Collected data
BEGIN

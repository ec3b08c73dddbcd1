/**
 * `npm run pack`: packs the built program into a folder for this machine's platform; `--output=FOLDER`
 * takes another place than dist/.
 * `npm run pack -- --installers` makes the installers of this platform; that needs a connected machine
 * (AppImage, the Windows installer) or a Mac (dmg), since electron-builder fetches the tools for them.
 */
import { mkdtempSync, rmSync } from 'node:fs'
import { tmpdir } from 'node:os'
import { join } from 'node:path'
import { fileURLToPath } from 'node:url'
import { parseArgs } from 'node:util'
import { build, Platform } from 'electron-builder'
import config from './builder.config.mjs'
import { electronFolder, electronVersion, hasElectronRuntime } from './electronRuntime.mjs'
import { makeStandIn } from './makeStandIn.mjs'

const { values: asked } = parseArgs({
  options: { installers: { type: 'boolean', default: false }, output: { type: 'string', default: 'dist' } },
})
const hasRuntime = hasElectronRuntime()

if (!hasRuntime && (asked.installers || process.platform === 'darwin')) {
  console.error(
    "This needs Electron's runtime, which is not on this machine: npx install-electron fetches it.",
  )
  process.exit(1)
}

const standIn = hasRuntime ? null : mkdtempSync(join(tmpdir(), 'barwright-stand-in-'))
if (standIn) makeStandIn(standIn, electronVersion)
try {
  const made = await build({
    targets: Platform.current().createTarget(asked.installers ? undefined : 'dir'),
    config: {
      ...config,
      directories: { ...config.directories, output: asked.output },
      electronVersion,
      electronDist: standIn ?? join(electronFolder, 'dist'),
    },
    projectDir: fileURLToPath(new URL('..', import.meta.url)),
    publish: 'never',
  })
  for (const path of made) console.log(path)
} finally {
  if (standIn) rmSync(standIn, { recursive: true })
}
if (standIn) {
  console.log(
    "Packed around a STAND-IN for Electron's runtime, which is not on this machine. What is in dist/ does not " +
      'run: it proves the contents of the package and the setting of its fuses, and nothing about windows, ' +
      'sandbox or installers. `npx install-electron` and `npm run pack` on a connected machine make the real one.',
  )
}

END

If a line falls between the first line of the entries and the line containing "electronFolder, electronVersion, hasElectronRuntime", or is one of those two, restate it word for word; leave all other lines out.

▸ Written answer:
repository ec3b08c73dddbcd1
/**
 * `npm run pack`: packs the built program into a folder for this machine's platform; `--output=FOLDER`
 * takes another place than dist/.
 * `npm run pack -- --installers` makes the installers of this platform; that needs a connected machine
 * (AppImage, the Windows installer) or a Mac (dmg), since electron-builder fetches the tools for them.
 */
import { mkdtempSync, rmSync } from 'node:fs'
import { tmpdir } from 'node:os'
import { join } from 'node:path'
import { fileURLToPath } from 'node:url'
import { parseArgs } from 'node:util'
import { build, Platform } from 'electron-builder'
import config from './builder.config.mjs'
import { electronFolder, electronVersion, hasElectronRuntime } from './electronRuntime.mjs'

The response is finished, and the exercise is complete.